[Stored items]
┄┄┄┄┄┄┄┄┄┄
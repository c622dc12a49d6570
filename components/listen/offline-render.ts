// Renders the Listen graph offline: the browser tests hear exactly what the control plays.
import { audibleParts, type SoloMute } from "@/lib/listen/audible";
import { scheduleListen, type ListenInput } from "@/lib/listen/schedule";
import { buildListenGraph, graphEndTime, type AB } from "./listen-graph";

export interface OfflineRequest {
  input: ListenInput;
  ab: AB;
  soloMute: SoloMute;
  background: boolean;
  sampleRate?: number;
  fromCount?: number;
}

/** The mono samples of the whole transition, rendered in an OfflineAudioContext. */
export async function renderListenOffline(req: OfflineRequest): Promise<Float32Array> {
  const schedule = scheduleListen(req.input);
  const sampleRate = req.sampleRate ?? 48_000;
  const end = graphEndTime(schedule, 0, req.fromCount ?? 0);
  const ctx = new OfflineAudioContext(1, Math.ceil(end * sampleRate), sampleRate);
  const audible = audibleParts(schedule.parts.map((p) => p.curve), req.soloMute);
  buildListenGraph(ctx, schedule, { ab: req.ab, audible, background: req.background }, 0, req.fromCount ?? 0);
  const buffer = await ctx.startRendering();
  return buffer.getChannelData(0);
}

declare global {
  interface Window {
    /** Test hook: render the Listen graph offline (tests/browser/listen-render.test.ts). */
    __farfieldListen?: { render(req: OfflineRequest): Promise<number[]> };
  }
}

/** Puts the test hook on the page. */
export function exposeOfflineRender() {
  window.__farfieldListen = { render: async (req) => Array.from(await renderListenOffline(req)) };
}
┄┄┄┄┄┄┄┄┄┄
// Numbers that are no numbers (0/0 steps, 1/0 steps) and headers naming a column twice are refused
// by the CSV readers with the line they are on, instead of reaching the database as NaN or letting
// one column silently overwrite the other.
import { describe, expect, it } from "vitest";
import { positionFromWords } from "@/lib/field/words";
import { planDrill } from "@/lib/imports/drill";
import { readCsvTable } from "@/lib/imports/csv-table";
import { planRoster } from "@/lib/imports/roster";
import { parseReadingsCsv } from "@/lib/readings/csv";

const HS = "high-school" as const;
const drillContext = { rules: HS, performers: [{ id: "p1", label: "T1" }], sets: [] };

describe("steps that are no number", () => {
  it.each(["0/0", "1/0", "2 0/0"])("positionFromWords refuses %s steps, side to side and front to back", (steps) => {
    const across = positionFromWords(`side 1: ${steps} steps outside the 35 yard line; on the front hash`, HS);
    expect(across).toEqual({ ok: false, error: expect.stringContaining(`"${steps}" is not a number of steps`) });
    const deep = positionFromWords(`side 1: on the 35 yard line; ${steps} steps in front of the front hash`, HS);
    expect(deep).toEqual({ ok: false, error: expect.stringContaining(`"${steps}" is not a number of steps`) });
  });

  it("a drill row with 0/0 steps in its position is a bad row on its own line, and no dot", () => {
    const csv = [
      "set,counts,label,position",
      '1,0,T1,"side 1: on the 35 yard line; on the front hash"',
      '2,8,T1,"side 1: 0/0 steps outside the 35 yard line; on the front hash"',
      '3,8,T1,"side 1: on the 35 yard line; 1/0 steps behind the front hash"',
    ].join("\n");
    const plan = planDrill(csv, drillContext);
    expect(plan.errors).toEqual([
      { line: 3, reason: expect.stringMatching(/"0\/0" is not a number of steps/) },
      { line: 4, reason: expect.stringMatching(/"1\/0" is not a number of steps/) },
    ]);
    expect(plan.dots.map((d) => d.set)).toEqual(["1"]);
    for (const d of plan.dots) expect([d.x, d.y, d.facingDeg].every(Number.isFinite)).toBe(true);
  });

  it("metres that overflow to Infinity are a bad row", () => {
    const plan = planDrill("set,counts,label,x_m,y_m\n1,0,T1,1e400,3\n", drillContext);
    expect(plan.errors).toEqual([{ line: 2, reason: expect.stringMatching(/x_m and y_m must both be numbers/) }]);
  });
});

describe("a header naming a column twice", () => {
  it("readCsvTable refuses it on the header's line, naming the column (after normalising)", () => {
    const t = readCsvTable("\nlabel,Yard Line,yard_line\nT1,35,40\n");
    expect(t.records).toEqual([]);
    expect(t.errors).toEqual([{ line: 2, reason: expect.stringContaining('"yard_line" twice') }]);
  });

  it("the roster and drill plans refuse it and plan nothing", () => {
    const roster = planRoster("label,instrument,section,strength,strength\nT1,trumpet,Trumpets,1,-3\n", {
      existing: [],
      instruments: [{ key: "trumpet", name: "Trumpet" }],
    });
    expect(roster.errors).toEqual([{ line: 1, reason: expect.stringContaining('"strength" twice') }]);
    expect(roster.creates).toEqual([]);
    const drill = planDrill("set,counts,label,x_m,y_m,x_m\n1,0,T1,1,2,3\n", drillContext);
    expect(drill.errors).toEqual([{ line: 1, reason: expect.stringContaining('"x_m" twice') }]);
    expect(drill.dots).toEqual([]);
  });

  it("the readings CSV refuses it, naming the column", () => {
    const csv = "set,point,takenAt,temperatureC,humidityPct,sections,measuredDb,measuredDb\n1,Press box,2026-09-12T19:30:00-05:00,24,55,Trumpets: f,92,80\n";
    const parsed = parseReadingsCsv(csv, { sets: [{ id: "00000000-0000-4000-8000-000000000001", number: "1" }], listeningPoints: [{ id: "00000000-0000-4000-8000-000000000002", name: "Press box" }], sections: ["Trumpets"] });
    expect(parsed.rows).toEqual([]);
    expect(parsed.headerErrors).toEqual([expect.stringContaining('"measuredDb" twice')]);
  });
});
┄┄┄┄┄┄┄┄┄┄
§ **Work required**: In the entries above, the lines from the one bearing "repository c622dc12a49d6570" up to and including the one bearing "export function exposeOfflineRender()" should be transcribed exactly; no other line is wanted.

§ **Exercise answer**:
repository c622dc12a49d6570
filename components/listen/offline-render.ts
// Renders the Listen graph offline: the browser tests hear exactly what the control plays.
import { audibleParts, type SoloMute } from "@/lib/listen/audible";
import { scheduleListen, type ListenInput } from "@/lib/listen/schedule";
import { buildListenGraph, graphEndTime, type AB } from "./listen-graph";

export interface OfflineRequest {
  input: ListenInput;
  ab: AB;
  soloMute: SoloMute;
  background: boolean;
  sampleRate?: number;
  fromCount?: number;
}

/** The mono samples of the whole transition, rendered in an OfflineAudioContext. */
export async function renderListenOffline(req: OfflineRequest): Promise<Float32Array> {
  const schedule = scheduleListen(req.input);
  const sampleRate = req.sampleRate ?? 48_000;
  const end = graphEndTime(schedule, 0, req.fromCount ?? 0);
  const ctx = new OfflineAudioContext(1, Math.ceil(end * sampleRate), sampleRate);
  const audible = audibleParts(schedule.parts.map((p) => p.curve), req.soloMute);
  buildListenGraph(ctx, schedule, { ab: req.ab, audible, background: req.background }, 0, req.fromCount ?? 0);
  const buffer = await ctx.startRendering();
  return buffer.getChannelData(0);
}

declare global {
  interface Window {
    /** Test hook: render the Listen graph offline (tests/browser/listen-render.test.ts). */
    __farfieldListen?: { render(req: OfflineRequest): Promise<number[]> };
  }
}

/** Puts the test hook on the page. */
export function exposeOfflineRender() {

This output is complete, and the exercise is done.